Government property tax agency fails IT security checks

Database contains photos of properties

The Conservative Party has claimed that the agency behind a government database containing details of more than 800,000 homes in the UK has failed to meet agreed public sector standards for information security.

The Valuation Office Agency (VOA), part of HM Revenue & Customs responsible for council and business tax inspections, has failed all six “minimum target standards” for security and has not met government information assurance criteria, said the Tories.

The claim is based on details in the agency’s annual report and new parliamentary questions on the matter.

The VOA is building a property database, which currently holds 834,000 digital photographs of people’s homes on file, along with detailed attributes for each property, as well as photos of 1.1 million businesses.

The agency’s annual report, published in July, said: “In March 2009 we commissioned external consultants (Deloitte) to undertake a high level assessment of the maturity and effectiveness of VOA information security in line with good practice standards (HMG Information Assurance Maturity Model & Assessment Framework, aligned with ISO 270001). Their assessment shows an overall maturity rating of the VOA across the six process areas below minimum target standards... [We are] commissioning our IT partners to undertake an extensive risk management review of all our information systems.”

The Tories said that VOA has “repeatedly refused to conduct a Privacy Impact Assessment” of the database, and that the agency believes that homes are not “personal data” and therefore not protected by the Data Protection Act.

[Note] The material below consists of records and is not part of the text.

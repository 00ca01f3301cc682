package riffle.cli;

import static org.junit.jupiter.api.Assertions.assertArrayEquals;
import static org.junit.jupiter.api.Assertions.assertEquals;
import static org.junit.jupiter.api.Assertions.assertFalse;
import static org.junit.jupiter.api.Assertions.assertTrue;

import com.fasterxml.jackson.databind.JsonNode;
import java.net.URISyntaxException;
import java.nio.charset.StandardCharsets;
import java.nio.file.Files;
import java.nio.file.Path;
import java.util.HashMap;
import java.util.Map;
import org.junit.jupiter.api.Test;
import org.junit.jupiter.api.io.TempDir;

/**
 * Exports that are not what they seem, through the real command line: encodings mixed line by line,
 * and files too wide or with a cell too large. Each is either read right and reported with its
 * lines, or refused with exit 2 and a positioned message, leaving the project as it was.
 */
class HostileFilesTest {
  @TempDir Path dir;

  String project() {
    return dir.resolve("shop.riffle").toString();
  }

  static String ingestFixture(String name) {
    try {
      return Path.of(HostileFilesTest.class.getResource("/riffle/ingest/" + name).toURI())
          .toString();
    } catch (URISyntaxException e) {
      throw new IllegalStateException(e);
    }
  }

  @Test
  void aFileMixingUtf8AndWindows1252IsStoredWithoutMojibakeAndNamesTheLines() throws Exception {
    CliTest.Run run =
        CliTest.riffle(
            "import",
            "--project",
            project(),
            "--file",
            ingestFixture("mixed-utf8-windows-1252.csv"),
            "--wave",
            "W");
    assertEquals(0, run.code(), run.err());
    assertTrue(run.out().contains("mixed-utf8-windows-1252.csv:5: this line is not valid UTF-8"));
    assertTrue(run.out().contains("mixed-utf8-windows-1252.csv:6:"), run.out());
    assertTrue(run.out().contains("the file mixes encodings"), run.out());

    JsonNode hits =
        CliTest.riffle("search", "--project", project(), "--query", "wave:W", "--json").json();
    Map<String, String> texts = new HashMap<>();
    for (JsonNode h : hits.get("hits")) {
      texts.put(h.get("respondent").asText(), h.get("text").asText());
    }
    assertEquals("The café in the photos looked nothing like my kitchen", texts.get("M1"));
    assertEquals("Shipping to Köln took nine days", texts.get("M3"));
    assertEquals(
        "Le délai de livraison était trop long pour une machine déjà révisée", texts.get("M4"));
    for (String t : texts.values()) {
      assertFalse(t.contains("Ã") || t.contains("\uFFFD"), t);
    }
  }

  @Test
  void aFileOfFiveThousandColumnsIsRefusedAtItsHeaderAndChangesNothing() throws Exception {
    assertEquals(
        0,
        CliTest.riffle(
                "import",
                "--project",
                project(),
                "--file",
                CliTest.fixture("two-questions.csv").toString(),
                "--wave",
                "W")
            .code());
    Path wide = dir.resolve("wide.csv");
    StringBuilder sb = new StringBuilder("id");
    for (int c = 1; c < 5_000; c++) {
      sb.append(",Q").append(c).append(" what did you think?");
    }
    sb.append('\n');
    for (int r = 0; r < 30; r++) {
      sb.append(r);
      for (int c = 1; c < 5_000; c++) {
        sb.append(",the grinder was fine");
      }
      sb.append('\n');
    }
    Files.writeString(wide, sb, StandardCharsets.UTF_8);
    byte[] before = Files.readAllBytes(Path.of(project()));
    String info = CliTest.riffle("info", "--project", project(), "--json").out();

    CliTest.Run run =
        CliTest.riffle("import", "--project", project(), "--file", wide.toString(), "--json");
    assertEquals(2, run.code(), run.err());
    assertTrue(
        run.err()
            .contains("wide.csv:1:1001: the header has 5,000 columns, over the limit of 1,000"),
        run.err());
    assertTrue(run.err().contains("raise the column limit to 5000 (--max-columns)"), run.err());
    assertEquals(1001, run.json().get("error").get("column").asInt());
    assertArrayEquals(before, Files.readAllBytes(Path.of(project())), "not a byte changed");
    assertEquals(info, CliTest.riffle("info", "--project", project(), "--json").out());
  }

  @Test
  void aCellOfAMegabyteIsStoredWholeAndSaysOnlyItsStartIsAnalysed() throws Exception {
    StringBuilder cell = new StringBuilder("The grinder was late");
    while (cell.length() < (1 << 20)) {
      cell.append(" and the burrs were fine");
    }
    Path file = dir.resolve("long.csv");
    Files.writeString(
        file,
        "id,What almost stopped you?\nL1,\""
            + cell
            + "\"\nS1,The grinder arrived early and well packed\n",
        StandardCharsets.UTF_8);
    CliTest.Run run =
        CliTest.riffle("import", "--project", project(), "--file", file.toString(), "--wave", "W");
    assertEquals(0, run.code(), run.err());
    assertTrue(
        run.out()
            .contains(
                String.format(
                    java.util.Locale.ROOT,
                    "long.csv:2:2: this answer is %,d characters long; it is stored, searched and"
                        + " shown whole, but only its first 5,000 characters are analysed",
                    cell.length())),
        run.out());
    JsonNode hit =
        CliTest.riffle("search", "--project", project(), "--query", "late", "--json")
            .json()
            .get("hits")
            .get(0);
    assertEquals(cell.toString(), hit.get("text").asText(), "stored whole");
  }
}
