package riffle.cli;

import static org.junit.jupiter.api.Assertions.assertEquals;
import static org.junit.jupiter.api.Assertions.assertTrue;

import com.fasterxml.jackson.databind.JsonNode;
import java.nio.charset.StandardCharsets;
import java.nio.file.Files;
import java.nio.file.Path;
import org.junit.jupiter.api.BeforeEach;
import org.junit.jupiter.api.Test;
import org.junit.jupiter.api.io.TempDir;

/** The codebook, coding, rules, undo and history from the command line. */
class CodingCommandsTest {
  @TempDir Path dir;
  String project;

  @BeforeEach
  void importWave() {
    project = CliTest.projectWith(dir, "two-questions.csv");
  }

  JsonNode codes() throws Exception {
    return CliTest.ok("codes", "--project", project, "--json").json().get("codes");
  }

  JsonNode codeNamed(String name) throws Exception {
    for (JsonNode c : codes()) {
      if (c.get("code").get("name").asText().equals(name)) {
        return c;
      }
    }
    throw new AssertionError("no code " + name + " in " + codes());
  }

  long firstAnswer(String query) throws Exception {
    JsonNode hits =
        CliTest.ok("search", "--project", project, "--query", query, "--json").json().get("hits");
    return hits.get(0).get("answer_id").asLong();
  }

  @Test
  void aCodebookIsBuiltChangedAndUndoneFromTheCommandLine() throws Exception {
    CliTest.ok(
        "codes",
        "add",
        "--project",
        project,
        "Fit",
        "--key",
        "f",
        "--direction",
        "friction",
        "--coder",
        "ana");
    long fit = firstAnswer("cabinets");
    String gave =
        CliTest.ok(
                "code",
                "--project",
                project,
                "--answer",
                Long.toString(fit),
                "--add",
                "fit",
                "--span",
                "0:14",
                "--coder",
                "ana")
            .out();
    assertTrue(gave.contains("Gave \"Fit\""), gave);
    assertEquals(1, codeNamed("Fit").get("answers").asInt());
    assertEquals(1, codeNamed("fit on the counter").get("answers").asInt(), "imported code");

    CliTest.ok(
        "codes",
        "merge",
        "--project",
        project,
        "fit on the counter",
        "--into",
        "Fit",
        "--coder",
        "ana");
    assertEquals(1, codeNamed("Fit").get("answers").asInt(), "the same answer: collapsed");
    CliTest.ok("undo", "--project", project, "--coder", "ana");
    assertEquals(1, codeNamed("fit on the counter").get("answers").asInt(), "merge undone");
    String redo = CliTest.ok("redo", "--project", project, "--coder", "ana").out();
    assertTrue(redo.startsWith("Redid: Merged"), redo);

    JsonNode history = CliTest.ok("history", "--project", project, "--json").json().get("history");
    assertEquals("redo", history.get(0).get("action").asText());
    assertEquals("ana", history.get(0).get("actor").asText());
  }

  @Test
  void aRuleIsPreviewedAppliedAndKeepsOffWhereAPersonSaidNo() throws Exception {
    CliTest.ok("codes", "add", "--project", project, "Price");
    JsonNode preview =
        CliTest.ok(
                "rules",
                "preview",
                "--project",
                project,
                "Price",
                "--query",
                "price OR steep",
                "--json")
            .json();
    assertEquals(2, preview.get("would_code").asInt(), preview.toString());
    CliTest.ok("rules", "add", "--project", project, "Price", "--query", "price OR steep");
    String applied = CliTest.ok("rules", "apply", "--project", project).out();
    assertTrue(applied.contains("2 answer(s) coded, 2 code(s) given"), applied);
    assertEquals(2, codeNamed("Price").get("answers").asInt());
    long steep = firstAnswer("steep");
    CliTest.ok("code", "--project", project, "--answer", Long.toString(steep), "--remove", "Price");
    String again = CliTest.ok("rules", "apply", "--project", project).out();
    assertTrue(again.contains("0 answer(s) coded, 0 code(s) given; 1 left alone"), again);
    assertEquals(1, codeNamed("Price").get("answers").asInt());
  }

  int readInQuestionTwo() throws Exception {
    return CliTest.ok("report", "--project", project, "--question", "2", "--json")
        .json()
        .get("questions")
        .get(0)
        .get("coverage")
        .get("Wave 1")
        .get("read")
        .asInt();
  }

  @Test
  void anAnswerIsMarkedReadWithNoCodeAndTheMarkIsTakenBack() throws Exception {
    assertEquals(0, readInQuestionTwo(), "no codes column for this question: nothing read");
    String answer = Long.toString(firstAnswer("grinders"));
    String marked =
        CliTest.ok("code", "--project", project, "--answer", answer, "--none", "--coder", "ana")
            .out();
    assertTrue(marked.contains("as read: no other code applies"), marked);
    assertEquals(1, readInQuestionTwo());
    CliTest.ok("undo", "--project", project, "--coder", "ana");
    assertEquals(0, readInQuestionTwo(), "undone");
    CliTest.ok("code", "--project", project, "--answer", answer, "--none", "--coder", "ana");
    CliTest.ok("code", "--project", project, "--answer", answer, "--none-off", "--coder", "eli");
    assertEquals(0, readInQuestionTwo(), "the mark taken off");
    CliTest.Run both =
        CliTest.riffle("code", "--project", project, "--answer", answer, "--none", "--add", "X");
    assertEquals(2, both.code(), "one change at a time");
  }

  @Test
  void badRequestsExitTwoWithAMessageAndChangeNothing() throws Exception {
    CliTest.ok("codes", "add", "--project", project, "Price", "--key", "p");
    CliTest.Run dup = CliTest.riffle("codes", "add", "--project", project, "PRICE");
    assertEquals(2, dup.code());
    assertTrue(dup.err().contains("already a code named \"Price\""), dup.err());
    CliTest.Run key = CliTest.riffle("codes", "add", "--project", project, "Cost", "--key", "j");
    assertEquals(2, key.code());
    CliTest.Run query =
        CliTest.riffle("rules", "add", "--project", project, "Price", "--query", "price AND (");
    assertEquals(2, query.code());
    assertTrue(query.err().contains("query:1:12:"), query.err());
    CliTest.Run span =
        CliTest.riffle(
            "code", "--project", project, "--answer", "1", "--add", "Price", "--span", "x");
    assertEquals(2, span.code());
    assertTrue(span.err().contains("START:END"), span.err());
    assertTrue(CliTest.ok("rules", "--project", project).out().contains("No rules yet"));
  }

  @Test
  void theCodebookTravelsAsCsvAndJson() throws Exception {
    CliTest.ok("codes", "add", "--project", project, "Delivery", "--direction", "friction");
    CliTest.ok(
        "codes", "add", "--project", project, "=Date unclear", "--theme", "Delivery", "--key", "d");
    Path csv = dir.resolve("book.csv");
    CliTest.ok("codes", "save", "--project", project, "--out", csv.toString());
    String text = Files.readString(csv, StandardCharsets.UTF_8);
    assertTrue(text.contains("'=Date unclear,Delivery,friction,d"), text);

    Path json = dir.resolve("book.json");
    CliTest.ok("codes", "save", "--project", project, "--out", json.toString());
    String other = dir.resolve("other.riffle").toString();
    CliTest.ok(
        "import", "--project", other, "--file", CliTest.fixture("two-questions.csv").toString());
    CliTest.ok("codes", "load", "--project", other, "--file", json.toString());
    JsonNode loaded = CliTest.ok("codes", "--project", other, "--json").json().get("codes");
    boolean found = false;
    for (JsonNode c : loaded) {
      if (c.get("code").get("name").asText().equals("=Date unclear")) {
        found = true;
        assertEquals("Delivery", c.get("theme").asText());
        assertEquals("d", c.get("code").get("key").asText());
      }
    }
    assertTrue(found, loaded.toString());

    Path bad = dir.resolve("bad.csv");
    Files.writeString(
        bad, "name,direction\nPrice,friction\nCost,sideways\n", StandardCharsets.UTF_8);
    CliTest.Run run = CliTest.riffle("codes", "load", "--project", other, "--file", bad.toString());
    assertEquals(2, run.code());
    assertTrue(run.err().contains("bad.csv:3:2:"), run.err());
    assertTrue(
        CliTest.riffle("codes", "--project", other).out().indexOf("Price") < 0,
        "nothing of the bad file was brought in");
  }
}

The party also claimed that ministers have refused to publish a “devastating” report by Deloitte on the security failures.

Tory MP Philip Dunne posed a parliamentary question to the Treasury requesting a copy of the Deloitte report assessing VOA’s information security.

The reply from economic secretary Ian Pearson said the report had been “classified as restricted, and cannot be published”.

“I fear that this Big Brother property database, complete with intrusive photographs, is now a ‘Burglars’ Charter’,” said Caroline Spelman, shadow secretary of state for communities and local government.

“Labour’s insecure property database is an IT accident waiting to happen – and a DIY guide to thieves to identify the easiest and most lucrative home to rob.”